Figure 4: Non-contiguous sectors of the ministream break up the (sequential) sectors of contained streams
The code shown in figure 3 will have the desired effect of organizing the sectors for larger streams both sequentially and contiguously, making them easier to read. Although it will write smaller streams (< sector size) sequentially as well, it will not guarantee that the smaller stream sectors are contiguous. That is a problem to solve in a later session.
Comments
Anonymous
September 19, 2012
Hi, thanks for the article. A bit late but... Looks like you've made mistake here: "...that contains application stream data that is less than the sector size in total length." In fact for version 3 file format ministreams can be in length as several regular sectors.

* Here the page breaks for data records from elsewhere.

package client

import (
	"context"
	"net"
	"os"
	"testing"

	"tautline/mpc"
	"tautline/server"
	"tautline/sim"
)

const demoDir = "../testdata/demo/"

func startTestDaemon(t *testing.T) *Client {
	t.Helper()
	cfg := server.DefaultConfig()
	cfg.Cells = []string{demoDir + "cell.json"}
	cfg.CaptureDir = t.TempDir()
	cfg.PrepareBudgetS = 10 // never cut the planner short: runs repeat exactly
	lis, err := net.Listen("tcp", "127.0.0.1:0")
	if err != nil {
		t.Fatal(err)
	}
	cfg.Listen = lis.Addr().String()
	srv, err := server.New(cfg, nil)
	if err != nil {
		t.Fatal(err)
	}
	go srv.Serve(lis)
	t.Cleanup(func() { srv.Shutdown(context.Background()) })
	c, err := Dial(cfg.Listen, DialSettings{})
	if err != nil {
		t.Fatal(err)
	}
	t.Cleanup(func() { c.Close() })
	return c
}

func demoInputs(t *testing.T) (*sim.Cell, *mpc.Cue, []byte) {
	t.Helper()
	cell, err := sim.LoadCell(demoDir+"cell.json", os.ReadFile)
	if err != nil {
		t.Fatal(err)
	}
	csv, err := os.ReadFile(demoDir + "cue.csv")
	if err != nil {
		t.Fatal(err)
	}
	cue, err := mpc.ParseCue("cue.csv", csv, mpc.CueJointsOf(cell), mpc.CueSettings{TickS: cell.TickS})
	if err != nil {
		t.Fatal(err)
	}
	return cell, cue, csv
}

// On a perfect plant (no profile) the open-loop run is the reference: the
// plant steps the same model from the same rest pose with the cue's joints
// at the same tick times as mpc.SimulateNominal. What is left is the
// standby ticks at rest before the start, each a Newton solve that stops
// at its tolerance instead of exactly at the rest pose, so the bound is a
// micrometre, not zero.
func TestRunSimCellOpenLoopOnAPerfectPlantIsTheReference(t *testing.T) {
	c := startTestDaemon(t)
	cell, cue, csv := demoInputs(t)
	res, err := RunSimCell(context.Background(), c, SimSettings{Cell: cell, Cue: cue, CueCSV: csv, OpenLoop: true, Fast: true, DurationS: 1})
	if err != nil {
		t.Fatal(err)
	}
	if res.Ticks != 100 || len(res.ErrorM) != 100 || len(res.TimeS) != 100 || len(res.RoundTripS) != 100 {
		t.Fatalf("ticks %d, series %d/%d/%d; want 100 each (1 s at 10 ms)", res.Ticks, len(res.ErrorM), len(res.TimeS), len(res.RoundTripS))
	}
	if res.MaxErrorM > 1e-6 {
		t.Errorf("open loop on a perfect plant: max figure error %v m, want below 1 µm", res.MaxErrorM)
	}
	if got := res.TimeS[99]; got < 1-1e-9 || got > 1+1e-9 {
		t.Errorf("last measured cue time %v s, want 1", got)
	}
	// 3 standby ticks and 100 live ones, each command checked.
	if n := res.Checker.Ticks(); n != 103 {
		t.Errorf("%d commands checked, want 103", n)
	}
}

// A mismatched plant is off the reference from the start: the standard
// profile makes each 0.75 m string 2.5–5% (19–38 mm) longer or shorter,
// so the figure hangs centimetres away from the nominal rest pose. The
// bounds are a sanity range (a quarter of the smallest string change, and
// far more than the largest), not a derived figure.
func TestRunSimCellStandardProfileIsOffTheReference(t *testing.T) {
	c := startTestDaemon(t)
	cell, cue, csv := demoInputs(t)
	data, err := os.ReadFile(demoDir + "standard.mismatch.json")
	if err != nil {
		t.Fatal(err)
	}
	prof, err := sim.ParseMismatch("standard.mismatch.json", data)
	if err != nil {
		t.Fatal(err)
	}
	res, err := RunSimCell(context.Background(), c, SimSettings{Cell: cell, Cue: cue, CueCSV: csv, Profile: prof, OpenLoop: true, Fast: true, DurationS: 0.5})
	if err != nil {
		t.Fatal(err)
	}
	if res.RMSErrorM < 0.25*0.025*0.75 || res.RMSErrorM > 0.2 {
		t.Errorf("open-loop RMS error %v m on the standard profile; want centimetres", res.RMSErrorM)
	}
	if RMS(res.ErrorM) != res.RMSErrorM {
		t.Errorf("RMSErrorM %v is not the RMS of ErrorM %v", res.RMSErrorM, RMS(res.ErrorM))
	}
}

This is regulated by header's value "Mini Stream Cutoff Size". Here is copypaste from the [MS-CFB] spec: "Mini Stream Cutoff Size (4 bytes): This integer field MUST be set to 0x00001000. This field specifies the maximum size of a user-defined data stream allocated from the mini FAT and mini stream, and that cutoff is 4096 bytes. Any user-defined data stream larger than or equal to this cutoff size must be allocated as normal sectors from the FAT."Anonymous
September 20, 2012
Thanks for catching that Alexander. I should have said, "...that contains application stream data that is less than the mini stream cutoff size (0x1000) in total length." I'll update the blog.